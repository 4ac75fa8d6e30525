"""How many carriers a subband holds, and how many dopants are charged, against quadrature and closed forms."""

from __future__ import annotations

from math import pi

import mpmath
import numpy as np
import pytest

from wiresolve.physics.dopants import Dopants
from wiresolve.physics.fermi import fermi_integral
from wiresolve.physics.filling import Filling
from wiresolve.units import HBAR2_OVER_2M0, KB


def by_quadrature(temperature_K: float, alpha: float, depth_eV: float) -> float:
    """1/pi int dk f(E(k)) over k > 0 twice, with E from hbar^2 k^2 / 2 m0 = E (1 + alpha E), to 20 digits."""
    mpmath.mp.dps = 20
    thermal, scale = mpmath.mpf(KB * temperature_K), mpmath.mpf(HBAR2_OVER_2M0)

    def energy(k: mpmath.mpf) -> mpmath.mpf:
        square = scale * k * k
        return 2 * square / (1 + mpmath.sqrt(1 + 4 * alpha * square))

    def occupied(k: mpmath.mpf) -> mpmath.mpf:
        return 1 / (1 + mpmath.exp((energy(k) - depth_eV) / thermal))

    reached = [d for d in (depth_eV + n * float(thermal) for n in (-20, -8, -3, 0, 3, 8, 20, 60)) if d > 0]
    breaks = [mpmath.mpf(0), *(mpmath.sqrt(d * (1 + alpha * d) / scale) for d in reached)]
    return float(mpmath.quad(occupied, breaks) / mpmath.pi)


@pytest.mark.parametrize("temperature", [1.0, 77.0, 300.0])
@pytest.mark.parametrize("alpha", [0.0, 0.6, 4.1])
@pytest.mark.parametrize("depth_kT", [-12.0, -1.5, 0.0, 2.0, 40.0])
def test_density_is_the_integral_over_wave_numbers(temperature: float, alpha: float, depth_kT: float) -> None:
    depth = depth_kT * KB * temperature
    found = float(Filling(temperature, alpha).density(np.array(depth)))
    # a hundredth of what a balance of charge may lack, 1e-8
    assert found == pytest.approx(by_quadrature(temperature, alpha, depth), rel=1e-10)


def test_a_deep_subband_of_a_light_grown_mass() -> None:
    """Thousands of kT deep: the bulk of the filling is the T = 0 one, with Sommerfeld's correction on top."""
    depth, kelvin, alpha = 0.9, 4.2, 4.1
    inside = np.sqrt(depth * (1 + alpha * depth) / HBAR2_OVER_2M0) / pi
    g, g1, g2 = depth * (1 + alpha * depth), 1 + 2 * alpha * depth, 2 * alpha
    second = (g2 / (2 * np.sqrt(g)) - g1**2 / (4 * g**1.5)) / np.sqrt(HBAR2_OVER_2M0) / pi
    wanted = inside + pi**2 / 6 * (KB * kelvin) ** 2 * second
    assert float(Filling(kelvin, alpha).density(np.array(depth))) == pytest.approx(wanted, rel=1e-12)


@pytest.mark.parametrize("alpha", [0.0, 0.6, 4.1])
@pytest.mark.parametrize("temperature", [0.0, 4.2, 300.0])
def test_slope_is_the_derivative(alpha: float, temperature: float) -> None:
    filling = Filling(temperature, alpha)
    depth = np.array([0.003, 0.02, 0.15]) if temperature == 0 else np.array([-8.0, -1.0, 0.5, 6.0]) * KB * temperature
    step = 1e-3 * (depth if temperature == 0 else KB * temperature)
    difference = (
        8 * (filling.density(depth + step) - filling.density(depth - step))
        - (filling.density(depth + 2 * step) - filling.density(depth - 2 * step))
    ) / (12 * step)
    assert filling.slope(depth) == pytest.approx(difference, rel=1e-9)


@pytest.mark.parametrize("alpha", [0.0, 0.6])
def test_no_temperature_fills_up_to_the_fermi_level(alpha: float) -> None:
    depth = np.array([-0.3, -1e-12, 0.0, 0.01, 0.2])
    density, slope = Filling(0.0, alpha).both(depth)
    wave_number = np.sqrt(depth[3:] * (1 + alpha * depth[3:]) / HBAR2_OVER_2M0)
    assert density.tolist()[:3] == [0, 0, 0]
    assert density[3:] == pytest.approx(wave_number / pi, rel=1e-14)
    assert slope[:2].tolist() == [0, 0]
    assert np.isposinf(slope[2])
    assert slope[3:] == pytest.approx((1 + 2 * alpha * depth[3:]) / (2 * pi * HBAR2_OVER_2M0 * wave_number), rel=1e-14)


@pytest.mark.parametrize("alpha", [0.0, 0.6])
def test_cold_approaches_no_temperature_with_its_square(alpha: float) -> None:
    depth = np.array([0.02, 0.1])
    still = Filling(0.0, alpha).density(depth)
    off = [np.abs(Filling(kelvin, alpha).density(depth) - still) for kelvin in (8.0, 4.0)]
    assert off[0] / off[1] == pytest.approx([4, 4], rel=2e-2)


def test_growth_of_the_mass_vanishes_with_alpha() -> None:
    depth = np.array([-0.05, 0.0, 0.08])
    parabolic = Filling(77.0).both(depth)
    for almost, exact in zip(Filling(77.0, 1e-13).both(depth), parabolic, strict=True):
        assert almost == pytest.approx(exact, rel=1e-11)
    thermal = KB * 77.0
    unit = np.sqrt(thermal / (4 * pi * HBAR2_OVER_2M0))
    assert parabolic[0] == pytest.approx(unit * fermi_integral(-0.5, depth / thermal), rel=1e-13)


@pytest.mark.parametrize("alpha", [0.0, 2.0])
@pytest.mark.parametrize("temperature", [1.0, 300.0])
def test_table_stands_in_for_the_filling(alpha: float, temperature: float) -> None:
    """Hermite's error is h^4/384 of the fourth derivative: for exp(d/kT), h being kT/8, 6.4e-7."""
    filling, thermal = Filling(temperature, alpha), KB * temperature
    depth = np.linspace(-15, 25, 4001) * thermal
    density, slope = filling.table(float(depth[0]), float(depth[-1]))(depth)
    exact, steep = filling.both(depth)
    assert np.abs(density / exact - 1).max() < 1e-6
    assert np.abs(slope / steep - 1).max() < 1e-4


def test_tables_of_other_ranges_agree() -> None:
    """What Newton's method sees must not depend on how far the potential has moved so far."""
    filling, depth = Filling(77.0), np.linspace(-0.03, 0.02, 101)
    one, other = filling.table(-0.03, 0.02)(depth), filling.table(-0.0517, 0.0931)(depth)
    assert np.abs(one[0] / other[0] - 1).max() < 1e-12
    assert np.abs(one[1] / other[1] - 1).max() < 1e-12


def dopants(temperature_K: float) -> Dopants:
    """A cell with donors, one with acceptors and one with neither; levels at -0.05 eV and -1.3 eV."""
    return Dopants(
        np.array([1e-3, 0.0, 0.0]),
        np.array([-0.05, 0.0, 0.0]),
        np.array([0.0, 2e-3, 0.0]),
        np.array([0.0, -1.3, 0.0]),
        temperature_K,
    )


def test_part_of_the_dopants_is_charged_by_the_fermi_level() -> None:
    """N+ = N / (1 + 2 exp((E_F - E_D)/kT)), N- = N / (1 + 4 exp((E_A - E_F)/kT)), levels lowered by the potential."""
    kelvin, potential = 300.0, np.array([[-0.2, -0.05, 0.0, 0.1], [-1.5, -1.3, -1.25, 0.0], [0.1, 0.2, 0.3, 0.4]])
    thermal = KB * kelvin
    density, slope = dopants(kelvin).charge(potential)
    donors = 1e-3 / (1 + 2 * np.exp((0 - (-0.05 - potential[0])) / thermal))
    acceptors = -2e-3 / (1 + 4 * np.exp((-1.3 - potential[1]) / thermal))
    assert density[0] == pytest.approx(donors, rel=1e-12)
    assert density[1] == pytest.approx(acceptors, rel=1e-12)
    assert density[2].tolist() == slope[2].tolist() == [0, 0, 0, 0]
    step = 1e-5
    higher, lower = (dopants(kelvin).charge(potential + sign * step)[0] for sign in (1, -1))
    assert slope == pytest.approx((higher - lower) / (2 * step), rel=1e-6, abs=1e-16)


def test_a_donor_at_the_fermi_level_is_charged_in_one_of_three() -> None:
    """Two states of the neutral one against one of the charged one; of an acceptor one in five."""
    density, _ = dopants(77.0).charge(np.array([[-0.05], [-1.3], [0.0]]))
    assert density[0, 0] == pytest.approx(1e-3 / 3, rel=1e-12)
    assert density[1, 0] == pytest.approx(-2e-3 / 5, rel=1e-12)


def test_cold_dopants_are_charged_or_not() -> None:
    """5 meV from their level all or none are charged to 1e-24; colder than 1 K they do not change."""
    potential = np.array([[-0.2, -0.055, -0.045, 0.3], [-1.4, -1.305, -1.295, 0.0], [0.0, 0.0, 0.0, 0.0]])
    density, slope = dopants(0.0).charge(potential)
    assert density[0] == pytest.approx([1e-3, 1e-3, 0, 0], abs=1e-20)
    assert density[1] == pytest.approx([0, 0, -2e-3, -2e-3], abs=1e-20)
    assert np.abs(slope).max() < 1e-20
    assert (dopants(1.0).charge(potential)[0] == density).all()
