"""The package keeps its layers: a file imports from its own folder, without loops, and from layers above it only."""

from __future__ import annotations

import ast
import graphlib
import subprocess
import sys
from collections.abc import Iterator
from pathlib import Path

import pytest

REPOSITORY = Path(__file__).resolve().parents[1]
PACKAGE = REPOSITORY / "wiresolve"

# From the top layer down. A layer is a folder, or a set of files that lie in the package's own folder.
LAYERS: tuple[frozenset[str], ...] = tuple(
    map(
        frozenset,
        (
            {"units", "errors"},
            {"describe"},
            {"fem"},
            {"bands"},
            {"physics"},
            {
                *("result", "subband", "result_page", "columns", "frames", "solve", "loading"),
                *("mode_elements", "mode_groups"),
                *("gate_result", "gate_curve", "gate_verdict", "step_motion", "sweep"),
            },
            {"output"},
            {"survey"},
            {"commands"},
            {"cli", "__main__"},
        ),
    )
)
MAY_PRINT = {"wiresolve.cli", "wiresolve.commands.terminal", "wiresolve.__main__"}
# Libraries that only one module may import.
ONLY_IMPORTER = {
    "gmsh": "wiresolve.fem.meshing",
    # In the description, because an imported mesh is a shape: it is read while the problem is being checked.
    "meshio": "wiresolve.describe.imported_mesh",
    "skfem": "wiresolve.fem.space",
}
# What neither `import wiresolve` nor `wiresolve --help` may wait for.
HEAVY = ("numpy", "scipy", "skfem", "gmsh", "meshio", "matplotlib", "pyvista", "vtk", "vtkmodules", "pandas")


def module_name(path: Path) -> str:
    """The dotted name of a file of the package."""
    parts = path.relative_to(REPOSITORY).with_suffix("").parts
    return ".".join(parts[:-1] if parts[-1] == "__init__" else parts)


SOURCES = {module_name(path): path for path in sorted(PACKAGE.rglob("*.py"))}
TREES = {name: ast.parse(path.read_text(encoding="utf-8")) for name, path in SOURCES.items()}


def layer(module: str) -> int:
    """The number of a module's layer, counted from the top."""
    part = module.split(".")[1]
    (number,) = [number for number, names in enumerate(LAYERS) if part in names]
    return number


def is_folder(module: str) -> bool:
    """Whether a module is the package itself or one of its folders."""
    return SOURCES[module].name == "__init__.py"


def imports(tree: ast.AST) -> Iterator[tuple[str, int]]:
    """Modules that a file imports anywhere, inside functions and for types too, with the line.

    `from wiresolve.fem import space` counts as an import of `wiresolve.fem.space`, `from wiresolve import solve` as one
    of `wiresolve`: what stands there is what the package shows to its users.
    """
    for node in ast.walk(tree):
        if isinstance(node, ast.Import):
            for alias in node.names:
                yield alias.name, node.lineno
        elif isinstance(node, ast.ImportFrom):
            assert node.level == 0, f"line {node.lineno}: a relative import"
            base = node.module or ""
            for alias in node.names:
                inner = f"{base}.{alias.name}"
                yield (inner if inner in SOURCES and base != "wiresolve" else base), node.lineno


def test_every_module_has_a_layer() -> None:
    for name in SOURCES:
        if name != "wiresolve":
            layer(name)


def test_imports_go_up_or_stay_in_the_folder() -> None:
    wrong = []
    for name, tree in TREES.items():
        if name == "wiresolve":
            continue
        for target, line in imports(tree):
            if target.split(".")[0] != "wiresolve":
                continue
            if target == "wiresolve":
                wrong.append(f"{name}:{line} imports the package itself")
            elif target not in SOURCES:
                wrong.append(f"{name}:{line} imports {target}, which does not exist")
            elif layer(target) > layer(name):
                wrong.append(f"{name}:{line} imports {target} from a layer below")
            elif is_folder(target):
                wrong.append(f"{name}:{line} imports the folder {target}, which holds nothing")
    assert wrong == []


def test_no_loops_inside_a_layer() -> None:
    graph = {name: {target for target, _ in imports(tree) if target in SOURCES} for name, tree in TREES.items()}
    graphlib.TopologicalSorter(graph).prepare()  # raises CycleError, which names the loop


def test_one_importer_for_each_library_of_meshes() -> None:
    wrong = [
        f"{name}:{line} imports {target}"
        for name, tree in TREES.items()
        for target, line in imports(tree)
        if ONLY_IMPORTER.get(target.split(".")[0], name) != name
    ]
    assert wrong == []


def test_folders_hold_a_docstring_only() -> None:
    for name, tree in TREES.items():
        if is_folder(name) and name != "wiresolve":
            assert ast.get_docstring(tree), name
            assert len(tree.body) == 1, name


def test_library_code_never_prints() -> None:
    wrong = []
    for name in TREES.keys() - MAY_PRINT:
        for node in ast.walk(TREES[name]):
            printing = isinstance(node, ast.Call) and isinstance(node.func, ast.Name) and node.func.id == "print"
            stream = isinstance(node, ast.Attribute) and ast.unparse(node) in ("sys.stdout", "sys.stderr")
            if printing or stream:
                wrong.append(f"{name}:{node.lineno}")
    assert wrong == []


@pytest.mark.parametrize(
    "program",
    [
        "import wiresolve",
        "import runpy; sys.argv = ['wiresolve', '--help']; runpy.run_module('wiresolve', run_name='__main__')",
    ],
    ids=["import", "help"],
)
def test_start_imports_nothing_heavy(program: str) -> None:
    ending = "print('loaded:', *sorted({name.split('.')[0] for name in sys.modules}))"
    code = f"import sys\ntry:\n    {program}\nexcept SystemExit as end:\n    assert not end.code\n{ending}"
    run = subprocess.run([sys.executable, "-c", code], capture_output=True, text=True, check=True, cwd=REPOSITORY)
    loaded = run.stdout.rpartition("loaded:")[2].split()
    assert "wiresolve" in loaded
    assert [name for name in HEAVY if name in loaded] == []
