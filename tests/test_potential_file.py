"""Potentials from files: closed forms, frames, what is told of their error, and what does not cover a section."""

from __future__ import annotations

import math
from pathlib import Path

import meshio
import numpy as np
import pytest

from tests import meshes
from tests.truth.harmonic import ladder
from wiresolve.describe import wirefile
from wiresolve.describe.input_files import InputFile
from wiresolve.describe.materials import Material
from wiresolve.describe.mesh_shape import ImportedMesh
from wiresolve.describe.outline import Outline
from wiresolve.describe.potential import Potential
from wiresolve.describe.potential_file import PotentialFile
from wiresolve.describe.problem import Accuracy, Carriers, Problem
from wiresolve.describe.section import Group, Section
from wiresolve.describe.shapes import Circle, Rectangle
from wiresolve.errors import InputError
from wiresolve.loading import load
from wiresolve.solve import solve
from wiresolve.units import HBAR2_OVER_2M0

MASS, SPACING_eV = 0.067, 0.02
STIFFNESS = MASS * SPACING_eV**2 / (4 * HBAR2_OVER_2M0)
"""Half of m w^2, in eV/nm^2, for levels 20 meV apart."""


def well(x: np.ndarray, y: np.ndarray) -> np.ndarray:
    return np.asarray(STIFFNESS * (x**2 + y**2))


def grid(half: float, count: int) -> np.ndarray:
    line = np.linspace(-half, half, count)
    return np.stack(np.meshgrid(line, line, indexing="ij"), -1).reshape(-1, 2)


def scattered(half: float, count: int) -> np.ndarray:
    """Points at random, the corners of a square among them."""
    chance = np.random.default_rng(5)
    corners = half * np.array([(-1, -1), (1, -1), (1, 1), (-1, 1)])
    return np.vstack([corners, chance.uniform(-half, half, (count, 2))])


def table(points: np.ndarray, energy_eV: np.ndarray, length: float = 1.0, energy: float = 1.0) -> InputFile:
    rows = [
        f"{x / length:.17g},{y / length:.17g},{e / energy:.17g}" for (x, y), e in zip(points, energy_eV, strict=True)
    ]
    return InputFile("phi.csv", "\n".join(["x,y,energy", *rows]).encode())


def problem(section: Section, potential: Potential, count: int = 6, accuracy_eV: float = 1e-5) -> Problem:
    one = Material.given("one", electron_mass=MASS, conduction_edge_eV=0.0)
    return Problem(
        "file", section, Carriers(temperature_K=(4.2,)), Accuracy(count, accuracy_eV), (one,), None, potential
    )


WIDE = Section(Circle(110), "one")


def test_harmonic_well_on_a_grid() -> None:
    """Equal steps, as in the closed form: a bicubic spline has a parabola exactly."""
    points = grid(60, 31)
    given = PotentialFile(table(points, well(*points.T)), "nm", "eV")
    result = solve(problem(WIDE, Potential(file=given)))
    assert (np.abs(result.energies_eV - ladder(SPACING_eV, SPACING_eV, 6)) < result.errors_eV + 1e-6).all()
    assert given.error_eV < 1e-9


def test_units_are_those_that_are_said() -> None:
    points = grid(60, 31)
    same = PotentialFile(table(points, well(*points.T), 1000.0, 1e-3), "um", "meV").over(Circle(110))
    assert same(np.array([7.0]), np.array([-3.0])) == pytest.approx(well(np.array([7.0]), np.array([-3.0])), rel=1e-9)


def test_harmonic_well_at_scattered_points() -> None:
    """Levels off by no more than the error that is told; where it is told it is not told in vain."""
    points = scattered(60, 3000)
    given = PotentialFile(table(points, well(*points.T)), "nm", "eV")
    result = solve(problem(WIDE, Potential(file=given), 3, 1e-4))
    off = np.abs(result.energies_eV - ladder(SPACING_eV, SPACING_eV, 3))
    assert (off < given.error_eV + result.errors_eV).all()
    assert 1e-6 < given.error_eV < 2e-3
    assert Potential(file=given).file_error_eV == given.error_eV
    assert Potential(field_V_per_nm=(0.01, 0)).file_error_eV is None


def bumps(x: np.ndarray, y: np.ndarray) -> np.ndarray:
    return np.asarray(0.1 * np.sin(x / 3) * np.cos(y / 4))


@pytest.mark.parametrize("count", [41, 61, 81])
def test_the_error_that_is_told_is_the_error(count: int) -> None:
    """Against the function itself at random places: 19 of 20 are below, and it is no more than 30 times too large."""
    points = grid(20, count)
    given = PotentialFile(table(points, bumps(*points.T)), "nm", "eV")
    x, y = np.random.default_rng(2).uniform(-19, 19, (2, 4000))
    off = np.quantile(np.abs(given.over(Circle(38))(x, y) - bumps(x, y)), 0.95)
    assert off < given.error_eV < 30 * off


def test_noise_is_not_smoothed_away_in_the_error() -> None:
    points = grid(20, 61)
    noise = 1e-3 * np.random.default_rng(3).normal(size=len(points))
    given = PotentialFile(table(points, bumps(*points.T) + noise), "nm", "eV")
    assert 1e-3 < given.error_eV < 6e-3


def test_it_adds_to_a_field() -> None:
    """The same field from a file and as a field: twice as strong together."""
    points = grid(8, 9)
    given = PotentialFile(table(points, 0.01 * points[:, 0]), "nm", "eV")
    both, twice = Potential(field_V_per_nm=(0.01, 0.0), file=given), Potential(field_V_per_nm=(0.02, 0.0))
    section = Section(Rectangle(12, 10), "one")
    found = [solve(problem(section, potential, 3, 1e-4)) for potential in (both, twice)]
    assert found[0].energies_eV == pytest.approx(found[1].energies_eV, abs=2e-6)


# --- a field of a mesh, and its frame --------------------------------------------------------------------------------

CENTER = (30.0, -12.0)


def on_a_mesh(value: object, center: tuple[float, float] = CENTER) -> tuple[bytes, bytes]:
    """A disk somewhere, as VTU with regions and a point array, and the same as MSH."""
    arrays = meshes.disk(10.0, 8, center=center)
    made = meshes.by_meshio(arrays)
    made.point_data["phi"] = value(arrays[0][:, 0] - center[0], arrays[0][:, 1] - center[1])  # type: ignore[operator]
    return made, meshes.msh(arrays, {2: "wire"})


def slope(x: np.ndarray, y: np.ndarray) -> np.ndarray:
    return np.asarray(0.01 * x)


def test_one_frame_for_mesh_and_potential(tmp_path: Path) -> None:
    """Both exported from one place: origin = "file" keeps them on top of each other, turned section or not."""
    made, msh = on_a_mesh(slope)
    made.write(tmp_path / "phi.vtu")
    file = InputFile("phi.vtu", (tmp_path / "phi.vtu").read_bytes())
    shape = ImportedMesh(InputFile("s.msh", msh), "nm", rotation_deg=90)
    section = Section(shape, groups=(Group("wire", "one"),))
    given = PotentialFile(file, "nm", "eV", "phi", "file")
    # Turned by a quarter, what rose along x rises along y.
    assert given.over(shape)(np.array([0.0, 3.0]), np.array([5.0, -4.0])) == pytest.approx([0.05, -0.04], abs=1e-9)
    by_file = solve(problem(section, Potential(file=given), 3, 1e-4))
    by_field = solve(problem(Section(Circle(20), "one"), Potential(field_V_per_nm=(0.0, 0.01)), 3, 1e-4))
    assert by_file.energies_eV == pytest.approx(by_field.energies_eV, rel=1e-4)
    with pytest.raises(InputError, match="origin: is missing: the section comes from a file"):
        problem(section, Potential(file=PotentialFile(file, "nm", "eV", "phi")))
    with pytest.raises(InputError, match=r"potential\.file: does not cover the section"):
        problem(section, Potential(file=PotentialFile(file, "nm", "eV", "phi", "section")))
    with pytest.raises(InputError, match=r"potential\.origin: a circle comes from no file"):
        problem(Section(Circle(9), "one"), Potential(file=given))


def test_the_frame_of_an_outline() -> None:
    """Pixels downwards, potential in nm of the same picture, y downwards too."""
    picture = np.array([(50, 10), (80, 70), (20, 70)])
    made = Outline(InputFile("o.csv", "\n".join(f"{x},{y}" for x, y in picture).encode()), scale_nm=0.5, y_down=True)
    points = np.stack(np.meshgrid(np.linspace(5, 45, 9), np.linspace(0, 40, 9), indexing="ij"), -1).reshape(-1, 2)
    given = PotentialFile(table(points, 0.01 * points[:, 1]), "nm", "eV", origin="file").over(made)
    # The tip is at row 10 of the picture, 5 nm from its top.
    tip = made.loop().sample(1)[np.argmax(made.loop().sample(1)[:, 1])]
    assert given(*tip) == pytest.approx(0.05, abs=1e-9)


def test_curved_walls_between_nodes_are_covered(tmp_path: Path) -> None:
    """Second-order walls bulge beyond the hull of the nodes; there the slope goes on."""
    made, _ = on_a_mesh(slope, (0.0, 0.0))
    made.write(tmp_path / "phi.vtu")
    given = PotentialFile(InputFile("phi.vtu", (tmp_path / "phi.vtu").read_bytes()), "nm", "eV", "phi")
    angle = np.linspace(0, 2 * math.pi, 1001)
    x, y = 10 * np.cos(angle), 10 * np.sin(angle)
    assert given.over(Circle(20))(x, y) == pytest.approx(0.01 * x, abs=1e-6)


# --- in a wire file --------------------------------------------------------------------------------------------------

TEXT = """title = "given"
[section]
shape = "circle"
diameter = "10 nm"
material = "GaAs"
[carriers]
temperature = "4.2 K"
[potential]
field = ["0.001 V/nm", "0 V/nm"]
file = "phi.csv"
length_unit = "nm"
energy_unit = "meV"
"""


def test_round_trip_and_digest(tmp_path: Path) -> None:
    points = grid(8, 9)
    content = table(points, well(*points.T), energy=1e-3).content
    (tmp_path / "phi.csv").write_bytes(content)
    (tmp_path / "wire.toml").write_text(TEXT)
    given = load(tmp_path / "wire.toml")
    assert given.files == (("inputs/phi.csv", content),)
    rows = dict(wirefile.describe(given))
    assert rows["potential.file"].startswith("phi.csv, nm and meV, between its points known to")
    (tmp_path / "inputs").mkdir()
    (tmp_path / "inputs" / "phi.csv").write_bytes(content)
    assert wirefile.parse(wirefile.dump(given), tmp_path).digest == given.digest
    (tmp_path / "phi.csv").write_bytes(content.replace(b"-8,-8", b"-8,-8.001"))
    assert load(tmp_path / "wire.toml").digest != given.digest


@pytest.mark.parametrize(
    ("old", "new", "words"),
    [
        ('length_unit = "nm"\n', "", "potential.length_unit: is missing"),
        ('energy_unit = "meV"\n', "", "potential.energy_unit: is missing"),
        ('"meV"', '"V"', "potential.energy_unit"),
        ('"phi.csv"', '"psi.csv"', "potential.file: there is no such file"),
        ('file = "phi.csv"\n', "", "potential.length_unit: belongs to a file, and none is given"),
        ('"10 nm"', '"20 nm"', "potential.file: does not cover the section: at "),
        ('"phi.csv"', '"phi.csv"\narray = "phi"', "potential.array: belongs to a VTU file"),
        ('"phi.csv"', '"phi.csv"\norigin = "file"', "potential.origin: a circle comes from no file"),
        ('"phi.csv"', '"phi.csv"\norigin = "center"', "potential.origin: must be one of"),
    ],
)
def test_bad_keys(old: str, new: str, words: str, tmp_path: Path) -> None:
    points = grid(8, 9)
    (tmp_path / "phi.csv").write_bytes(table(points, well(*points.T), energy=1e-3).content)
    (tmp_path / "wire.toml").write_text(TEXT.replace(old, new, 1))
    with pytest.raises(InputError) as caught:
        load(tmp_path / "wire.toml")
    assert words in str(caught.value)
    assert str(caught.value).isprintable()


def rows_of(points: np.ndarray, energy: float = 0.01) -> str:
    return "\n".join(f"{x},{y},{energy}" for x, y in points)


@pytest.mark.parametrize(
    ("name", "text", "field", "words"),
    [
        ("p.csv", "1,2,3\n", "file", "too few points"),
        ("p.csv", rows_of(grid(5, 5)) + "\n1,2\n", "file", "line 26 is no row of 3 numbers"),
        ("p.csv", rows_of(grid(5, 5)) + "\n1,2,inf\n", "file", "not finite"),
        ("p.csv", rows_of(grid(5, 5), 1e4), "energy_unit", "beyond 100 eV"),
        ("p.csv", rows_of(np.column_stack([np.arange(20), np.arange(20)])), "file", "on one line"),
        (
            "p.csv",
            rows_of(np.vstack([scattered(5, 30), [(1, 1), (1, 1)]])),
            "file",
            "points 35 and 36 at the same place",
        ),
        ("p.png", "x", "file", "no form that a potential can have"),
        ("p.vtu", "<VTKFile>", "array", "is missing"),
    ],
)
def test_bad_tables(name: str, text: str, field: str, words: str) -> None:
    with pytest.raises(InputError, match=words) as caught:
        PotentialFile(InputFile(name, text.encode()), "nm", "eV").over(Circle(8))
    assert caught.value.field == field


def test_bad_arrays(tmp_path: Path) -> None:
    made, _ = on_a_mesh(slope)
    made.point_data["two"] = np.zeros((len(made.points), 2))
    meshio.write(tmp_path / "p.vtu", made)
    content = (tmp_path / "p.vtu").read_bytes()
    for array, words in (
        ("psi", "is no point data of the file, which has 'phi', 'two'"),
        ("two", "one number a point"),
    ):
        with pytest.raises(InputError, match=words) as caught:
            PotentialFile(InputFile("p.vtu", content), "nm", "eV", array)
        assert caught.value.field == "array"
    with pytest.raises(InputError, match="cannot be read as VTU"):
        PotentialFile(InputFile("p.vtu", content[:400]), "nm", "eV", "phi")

— ABOUT THIS EXERCISE —
Work out how many lines in the records above hold the string "must", then give only that count.

— WRITTEN ANSWER —
2